Your son will have much fonder memories of you teaching him the rudiments of carpentry and marksmanship than he ever will from being dragged to a Promise Keeper’s rally.

The most charming entry is the Iggulden’s advice about girls, which imparts both gentlemanly guidance and tips on not being an immature ogre. Their observations are both practical and socially prudent. They’re certainly more levelheaded than the messages schools send out nowadays, with their strange mixture of hormonally agitating sex-ed classes and the chilling effect that sexual-harassment-awareness homilies subject kids to. My favorite tip was: “Avoid being vulgar. Excitable bouts of windbreaking will not endear you to a girl, just to pick one example.”

The Dangerous Book for Boys is full of common sense and dry humor, and will appeal to “every boy from eight to eighty,” even many previously diagnosed as immune to books. A friend’s son received it as a birthday gift, and before his parents could put it up for sale on eBay, he surprised them by using its illustrations to make a pirate flag.
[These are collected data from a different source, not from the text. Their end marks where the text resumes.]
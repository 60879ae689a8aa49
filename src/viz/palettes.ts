import { hexToRgb, isInGamut, type Lab, labToRgb, type Rgb, rgbToLab } from './lab';
import { interpolateMonotone } from './monotone';
import type { Theme } from './types';

/**
 * Colour scales. The stops give the hues; the lightness between the first and the last is spread evenly (CIELAB L*), so
 * equal steps of the data are equal steps of lightness and no false edge is drawn. Every scale starts at the background:
 * what is not there has no ink. Signed scales leave it on both sides at the same lightness.
 */

export const SCALE_SIZE = 256;

const BACKGROUND: Record<Theme, string> = { bench: '#14110e', projector: '#faf8f3' };

const COUNT_STOPS: Record<Theme, readonly string[]> = {
  bench: ['#2b1c2b', '#5b2a49', '#9a3f4a', '#cf6a3d', '#e9a545', '#f7e3a5'],
  projector: ['#efdebb', '#dfb077', '#c4713f', '#96383f', '#571c40', '#1d1420'],
};

/** Blue against orange: kept apart by every common colour blindness. */
const SIGNED_STOPS: Record<Theme, { below: readonly string[]; above: readonly string[] }> = {
  bench: { below: ['#1d2a33', '#4c7f9c', '#a9cfe0'], above: ['#3a2418', '#b5622f', '#f3c392'] },
  projector: { below: ['#a9c4d6', '#3f7597', '#0f3550'], above: ['#e6b184', '#b25a22', '#5a2208'] },
};

/** Nearest colour of the same lightness and hue that a screen can show. */
function intoGamut([lightness, a, b]: Lab): Rgb {
  let chroma = 1;
  let rgb = labToRgb([lightness, a, b]);
  while (!isInGamut(rgb) && chroma > 0.02) {
    chroma -= 0.02;
    rgb = labToRgb([lightness, a * chroma, b * chroma]);
  }
  return rgb;
}

/** `size` colours with even lightness from the first stop to the last, hues taken from the stops at their lightness. */
function evenScale(stops: readonly string[], size: number, lastLightness?: number): Rgb[] {
  const labs = stops.map((hex) => rgbToLab(hexToRgb(hex)));
  // Knots measured as a rising distance from the first lightness, whichever way the scale runs.
  const start = labs[0]![0];
  const at = labs.map((lab) => Math.abs(lab[0] - start));
  const end = lastLightness ?? labs[labs.length - 1]![0];
  const a = labs.map((lab) => lab[1]);
  const b = labs.map((lab) => lab[2]);
  return Array.from({ length: size }, (_, i) => {
    const lightness = start + ((end - start) * i) / (size - 1);
    const x = Math.abs(lightness - start);
    return intoGamut([lightness, interpolateMonotone(at, a, x), interpolateMonotone(at, b, x)]);
  });
}

function buildSigned(theme: Theme): Rgb[] {
  const { below, above } = SIGNED_STOPS[theme];
  const half = SCALE_SIZE / 2;
  const lightnessOf = (stops: readonly string[]): number => rgbToLab(hexToRgb(stops[stops.length - 1]!))[0];
  // Both arms stop at the lightness the weaker one reaches, or one sign would look stronger.
  const ends = [lightnessOf(below), lightnessOf(above)];
  const end = theme === 'bench' ? Math.min(...ends) : Math.max(...ends);
  const arm = (stops: readonly string[]): Rgb[] => evenScale([BACKGROUND[theme], ...stops], half, end);
  return [...arm(below).reverse(), ...arm(above)];
}

function toHex(rgb: Rgb): string {
  const byte = (channel: number): string =>
    Math.round(Math.min(1, Math.max(0, channel)) * 255)
      .toString(16)
      .padStart(2, '0');
  return `#${byte(rgb[0])}${byte(rgb[1])}${byte(rgb[2])}`;
}

export interface Palette {
  /** SCALE_SIZE colours from the low end of the data to the high end. */
  css: readonly string[];
  /** The same as 32-bit pixels for an ImageData buffer (little-endian ABGR, opaque). */
  pixels: Uint32Array;
}

function toPalette(colours: readonly Rgb[]): Palette {
  const css = colours.map(toHex);
  const pixels = new Uint32Array(css.length);
  css.forEach((hex, i) => {
    const value = Number.parseInt(hex.slice(1), 16);
    pixels[i] = (255 << 24) | ((value & 255) << 16) | (value & 0xff00) | (value >> 16);
  });
  return { css, pixels };
}

const PALETTES: Record<Theme, { counts: Palette; signed: Palette }> = {
  bench: {
    counts: toPalette(evenScale([BACKGROUND.bench, ...COUNT_STOPS.bench], SCALE_SIZE)),
    signed: toPalette(buildSigned('bench')),
  },
  projector: {
    counts: toPalette(evenScale([BACKGROUND.projector, ...COUNT_STOPS.projector], SCALE_SIZE)),
    signed: toPalette(buildSigned('projector')),
  },
};

export function getPalette(theme: Theme, scale: 'counts' | 'signed'): Palette {
  return PALETTES[theme][scale];
}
The only drawback is that in adapting this British book for an American audience, some details got lost in the translation: Whereas there are excellent chapters on the rules of rugby and stickball, somehow one on how to play soccer escaped excision. Yet, conspicuously absent is a chapter on the rules of America’s national religion, football. That’s football as in Brett Favre, the “Fighting Irish,” and “Hail to the Redskins” (America’s real team)—not football as in “Foosball,” Pelé, and Bend It Like Beckham. Somebody at Collins’s New York offices should have informed the authors that there’s hardly anything “dangerous” about a sport that moms during the 1960s and ’70s made their boys play “because you might break your leg playing football.” Perhaps the editors missed this minor detail because New York’s football teams have all moved to New Jersey.

That small criticism aside, The Dangerous Book for Boys is chock full of the timeless rituals that comprise a boy’s rite of passage into manhood. It’s a superb parenting manual for raising a self-confident, polite, and efficacious youngster, mainly because parents aren’t the primary target audience—your boy will gladly devour its pages himself.